_EXERCISE DESCRIPTION:_
Pull out of the data below the stretch of lines bounded by the one containing "filename test/helpers/reference-budget.ts" and the one containing "oscillator run (test/reference/yielding-*.ts).", both bounds included, unchanged.
[[ EXTRACTED ENTRIES open ]]
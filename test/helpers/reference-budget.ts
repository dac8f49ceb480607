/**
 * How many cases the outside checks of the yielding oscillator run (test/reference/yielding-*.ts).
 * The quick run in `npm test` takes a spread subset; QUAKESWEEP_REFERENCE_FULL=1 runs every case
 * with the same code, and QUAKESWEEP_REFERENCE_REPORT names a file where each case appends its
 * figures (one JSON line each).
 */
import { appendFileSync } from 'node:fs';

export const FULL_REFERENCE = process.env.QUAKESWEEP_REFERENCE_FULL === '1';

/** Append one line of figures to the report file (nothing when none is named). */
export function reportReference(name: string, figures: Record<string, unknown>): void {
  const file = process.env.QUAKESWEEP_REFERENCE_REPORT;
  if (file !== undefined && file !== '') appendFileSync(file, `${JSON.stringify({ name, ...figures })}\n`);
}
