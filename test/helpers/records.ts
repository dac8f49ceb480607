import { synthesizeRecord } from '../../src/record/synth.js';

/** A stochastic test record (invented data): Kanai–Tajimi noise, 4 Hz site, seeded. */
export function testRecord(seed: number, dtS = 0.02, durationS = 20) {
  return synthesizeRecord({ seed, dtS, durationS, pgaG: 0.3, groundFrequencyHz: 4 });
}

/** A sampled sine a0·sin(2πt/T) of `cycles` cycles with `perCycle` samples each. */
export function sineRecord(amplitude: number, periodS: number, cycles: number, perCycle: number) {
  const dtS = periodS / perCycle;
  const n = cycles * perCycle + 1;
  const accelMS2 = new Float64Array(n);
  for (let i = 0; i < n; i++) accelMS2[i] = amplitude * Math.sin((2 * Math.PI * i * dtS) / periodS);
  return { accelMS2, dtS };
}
[[ EXTRACTED ENTRIES closed ]]
[[ EXTRACTED ENTRIES open ]]
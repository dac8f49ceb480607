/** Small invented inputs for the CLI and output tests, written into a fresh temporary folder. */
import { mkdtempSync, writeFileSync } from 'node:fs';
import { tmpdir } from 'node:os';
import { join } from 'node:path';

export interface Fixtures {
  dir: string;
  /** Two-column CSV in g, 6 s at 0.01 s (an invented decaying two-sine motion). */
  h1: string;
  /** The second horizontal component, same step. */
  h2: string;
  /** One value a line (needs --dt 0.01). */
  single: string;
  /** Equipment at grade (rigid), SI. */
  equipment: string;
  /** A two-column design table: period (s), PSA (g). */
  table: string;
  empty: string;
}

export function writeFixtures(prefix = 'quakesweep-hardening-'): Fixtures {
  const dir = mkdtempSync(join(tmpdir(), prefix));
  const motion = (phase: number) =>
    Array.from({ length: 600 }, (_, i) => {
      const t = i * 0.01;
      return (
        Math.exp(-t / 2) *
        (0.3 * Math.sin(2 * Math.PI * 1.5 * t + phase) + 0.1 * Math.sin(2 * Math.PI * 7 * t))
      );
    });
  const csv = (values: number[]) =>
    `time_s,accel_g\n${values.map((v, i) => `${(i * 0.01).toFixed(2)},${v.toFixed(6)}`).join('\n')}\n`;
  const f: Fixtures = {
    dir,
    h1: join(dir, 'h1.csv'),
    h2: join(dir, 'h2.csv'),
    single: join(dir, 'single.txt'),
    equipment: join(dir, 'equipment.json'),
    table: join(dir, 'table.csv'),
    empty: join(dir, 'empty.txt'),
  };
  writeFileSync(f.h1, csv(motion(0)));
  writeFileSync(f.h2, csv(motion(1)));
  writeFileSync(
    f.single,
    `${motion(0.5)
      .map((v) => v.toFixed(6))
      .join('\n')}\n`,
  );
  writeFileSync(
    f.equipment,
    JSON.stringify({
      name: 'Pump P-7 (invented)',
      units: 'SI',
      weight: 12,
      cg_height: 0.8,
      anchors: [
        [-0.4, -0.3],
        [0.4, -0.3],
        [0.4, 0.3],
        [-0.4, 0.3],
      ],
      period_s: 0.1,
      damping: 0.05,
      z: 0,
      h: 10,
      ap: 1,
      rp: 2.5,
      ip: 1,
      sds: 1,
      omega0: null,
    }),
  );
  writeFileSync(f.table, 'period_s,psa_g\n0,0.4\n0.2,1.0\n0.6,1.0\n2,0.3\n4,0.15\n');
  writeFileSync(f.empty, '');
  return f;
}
[[ EXTRACTED ENTRIES closed ]]
[[ EXTRACTED ENTRIES open ]]
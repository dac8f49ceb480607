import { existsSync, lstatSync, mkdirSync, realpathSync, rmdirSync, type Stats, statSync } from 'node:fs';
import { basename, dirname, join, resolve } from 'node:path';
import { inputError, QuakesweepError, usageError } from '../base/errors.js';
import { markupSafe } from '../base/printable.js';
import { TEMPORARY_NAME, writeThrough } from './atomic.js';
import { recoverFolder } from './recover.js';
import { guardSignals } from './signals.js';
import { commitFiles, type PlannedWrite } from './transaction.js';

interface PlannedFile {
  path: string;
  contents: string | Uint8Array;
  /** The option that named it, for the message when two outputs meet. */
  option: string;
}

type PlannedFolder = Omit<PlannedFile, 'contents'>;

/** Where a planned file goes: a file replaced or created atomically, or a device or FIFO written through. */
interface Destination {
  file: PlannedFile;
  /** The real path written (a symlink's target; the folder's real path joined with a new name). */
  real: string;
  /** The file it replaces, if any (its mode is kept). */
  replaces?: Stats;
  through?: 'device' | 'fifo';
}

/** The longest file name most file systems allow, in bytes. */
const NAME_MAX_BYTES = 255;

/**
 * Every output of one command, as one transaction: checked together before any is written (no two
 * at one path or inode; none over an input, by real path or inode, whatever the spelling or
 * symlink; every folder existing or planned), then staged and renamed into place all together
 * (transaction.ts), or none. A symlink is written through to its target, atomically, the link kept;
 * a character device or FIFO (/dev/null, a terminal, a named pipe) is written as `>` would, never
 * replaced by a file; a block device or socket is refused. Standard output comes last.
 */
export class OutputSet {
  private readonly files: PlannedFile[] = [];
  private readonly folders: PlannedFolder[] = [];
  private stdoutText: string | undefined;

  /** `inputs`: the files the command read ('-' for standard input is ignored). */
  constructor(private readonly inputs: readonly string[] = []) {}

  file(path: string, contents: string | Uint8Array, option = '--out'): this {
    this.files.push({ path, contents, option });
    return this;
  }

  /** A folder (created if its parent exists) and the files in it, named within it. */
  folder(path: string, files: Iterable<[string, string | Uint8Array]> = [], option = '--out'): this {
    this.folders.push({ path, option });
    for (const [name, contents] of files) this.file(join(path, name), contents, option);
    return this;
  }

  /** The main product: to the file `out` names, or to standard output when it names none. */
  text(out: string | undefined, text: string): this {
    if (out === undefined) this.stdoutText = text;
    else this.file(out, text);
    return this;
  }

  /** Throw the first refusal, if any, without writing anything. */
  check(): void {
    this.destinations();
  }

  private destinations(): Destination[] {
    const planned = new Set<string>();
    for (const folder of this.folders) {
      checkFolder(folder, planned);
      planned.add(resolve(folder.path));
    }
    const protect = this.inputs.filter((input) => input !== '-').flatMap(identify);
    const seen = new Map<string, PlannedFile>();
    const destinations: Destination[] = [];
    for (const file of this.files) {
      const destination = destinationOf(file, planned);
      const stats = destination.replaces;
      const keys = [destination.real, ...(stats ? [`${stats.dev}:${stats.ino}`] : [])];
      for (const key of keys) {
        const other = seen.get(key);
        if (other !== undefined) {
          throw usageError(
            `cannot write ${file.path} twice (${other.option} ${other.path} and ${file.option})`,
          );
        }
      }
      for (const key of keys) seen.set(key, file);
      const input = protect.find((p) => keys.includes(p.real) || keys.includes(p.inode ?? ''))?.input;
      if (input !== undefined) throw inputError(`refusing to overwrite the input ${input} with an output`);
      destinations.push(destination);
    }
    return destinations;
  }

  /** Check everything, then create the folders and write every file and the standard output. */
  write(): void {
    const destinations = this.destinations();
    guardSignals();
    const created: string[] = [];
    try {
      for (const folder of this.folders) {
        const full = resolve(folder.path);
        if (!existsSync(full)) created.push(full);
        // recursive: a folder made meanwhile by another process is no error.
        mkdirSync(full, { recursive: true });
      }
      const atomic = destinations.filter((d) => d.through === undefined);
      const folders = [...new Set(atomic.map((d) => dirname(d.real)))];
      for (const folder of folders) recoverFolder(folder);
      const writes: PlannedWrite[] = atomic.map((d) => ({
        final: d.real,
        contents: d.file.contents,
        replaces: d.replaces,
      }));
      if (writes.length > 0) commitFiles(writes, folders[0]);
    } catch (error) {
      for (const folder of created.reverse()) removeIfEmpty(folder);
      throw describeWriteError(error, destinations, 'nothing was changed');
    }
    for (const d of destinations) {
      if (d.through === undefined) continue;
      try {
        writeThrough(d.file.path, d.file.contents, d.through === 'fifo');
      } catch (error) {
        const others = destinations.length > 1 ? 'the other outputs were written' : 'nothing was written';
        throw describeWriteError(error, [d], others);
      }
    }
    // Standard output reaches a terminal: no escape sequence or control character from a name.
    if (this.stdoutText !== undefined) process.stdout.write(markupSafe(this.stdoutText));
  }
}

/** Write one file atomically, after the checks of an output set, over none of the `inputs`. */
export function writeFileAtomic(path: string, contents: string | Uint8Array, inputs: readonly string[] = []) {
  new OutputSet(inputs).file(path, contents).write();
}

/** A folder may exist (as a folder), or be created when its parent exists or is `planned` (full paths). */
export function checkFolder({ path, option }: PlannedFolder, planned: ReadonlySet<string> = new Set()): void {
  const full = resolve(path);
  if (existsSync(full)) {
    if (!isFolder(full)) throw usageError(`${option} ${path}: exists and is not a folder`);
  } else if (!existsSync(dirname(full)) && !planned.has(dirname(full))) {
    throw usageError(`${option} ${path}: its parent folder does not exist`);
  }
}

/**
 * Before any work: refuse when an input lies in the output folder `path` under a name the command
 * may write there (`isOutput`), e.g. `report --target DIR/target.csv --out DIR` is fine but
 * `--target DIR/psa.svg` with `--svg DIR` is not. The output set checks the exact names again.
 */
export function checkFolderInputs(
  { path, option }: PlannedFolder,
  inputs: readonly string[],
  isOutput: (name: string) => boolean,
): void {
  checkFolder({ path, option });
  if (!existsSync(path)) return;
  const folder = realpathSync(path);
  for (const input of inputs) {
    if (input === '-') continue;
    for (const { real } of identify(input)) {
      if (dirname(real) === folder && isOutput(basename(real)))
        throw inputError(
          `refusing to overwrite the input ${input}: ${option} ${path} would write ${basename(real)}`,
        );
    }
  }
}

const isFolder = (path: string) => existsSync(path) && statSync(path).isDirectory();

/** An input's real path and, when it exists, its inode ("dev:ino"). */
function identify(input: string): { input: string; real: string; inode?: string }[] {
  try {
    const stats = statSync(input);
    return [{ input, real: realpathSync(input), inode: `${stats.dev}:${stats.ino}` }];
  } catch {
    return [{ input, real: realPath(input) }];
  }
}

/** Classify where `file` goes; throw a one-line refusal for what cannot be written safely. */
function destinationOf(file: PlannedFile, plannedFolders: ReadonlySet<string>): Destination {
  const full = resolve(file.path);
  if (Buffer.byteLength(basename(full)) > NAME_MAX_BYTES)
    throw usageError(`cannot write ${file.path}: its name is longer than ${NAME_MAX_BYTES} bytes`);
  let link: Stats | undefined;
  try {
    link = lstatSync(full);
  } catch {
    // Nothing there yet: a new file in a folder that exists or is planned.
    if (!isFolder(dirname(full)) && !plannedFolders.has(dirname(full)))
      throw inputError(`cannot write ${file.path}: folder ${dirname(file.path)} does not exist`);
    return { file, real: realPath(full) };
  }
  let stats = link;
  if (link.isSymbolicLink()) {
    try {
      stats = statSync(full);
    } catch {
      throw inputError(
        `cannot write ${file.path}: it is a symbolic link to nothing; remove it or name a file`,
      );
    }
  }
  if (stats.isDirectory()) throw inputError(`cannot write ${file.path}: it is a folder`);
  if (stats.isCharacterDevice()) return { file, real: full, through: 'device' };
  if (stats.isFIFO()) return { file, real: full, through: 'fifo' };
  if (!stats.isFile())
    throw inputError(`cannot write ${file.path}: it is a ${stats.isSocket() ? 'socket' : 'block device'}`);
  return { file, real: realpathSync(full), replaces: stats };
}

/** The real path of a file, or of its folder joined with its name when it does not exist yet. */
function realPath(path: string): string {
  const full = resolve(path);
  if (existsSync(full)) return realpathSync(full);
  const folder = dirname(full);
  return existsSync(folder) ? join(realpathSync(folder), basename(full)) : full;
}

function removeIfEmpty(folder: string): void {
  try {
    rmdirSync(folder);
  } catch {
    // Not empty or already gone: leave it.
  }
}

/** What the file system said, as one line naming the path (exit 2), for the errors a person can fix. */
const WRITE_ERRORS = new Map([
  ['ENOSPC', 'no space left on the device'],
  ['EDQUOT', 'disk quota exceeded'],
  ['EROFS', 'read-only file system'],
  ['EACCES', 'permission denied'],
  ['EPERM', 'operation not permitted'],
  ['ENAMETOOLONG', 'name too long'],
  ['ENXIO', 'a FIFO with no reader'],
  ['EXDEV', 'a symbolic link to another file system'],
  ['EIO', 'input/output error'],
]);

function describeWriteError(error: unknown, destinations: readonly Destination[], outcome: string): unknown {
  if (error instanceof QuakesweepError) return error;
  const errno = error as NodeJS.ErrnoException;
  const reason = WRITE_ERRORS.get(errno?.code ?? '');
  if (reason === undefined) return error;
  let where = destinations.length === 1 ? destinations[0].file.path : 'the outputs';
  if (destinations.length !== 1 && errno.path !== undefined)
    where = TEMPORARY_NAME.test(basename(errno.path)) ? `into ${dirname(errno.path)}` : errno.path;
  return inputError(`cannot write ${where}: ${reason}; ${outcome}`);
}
[[ EXTRACTED ENTRIES closed ]]
_ANSWER BOX:_
filename test/helpers/reference-budget.ts
repository dac8f49ceb480607
/**
 * How many cases the outside checks of the yielding oscillator run (test/reference/yielding-*.ts).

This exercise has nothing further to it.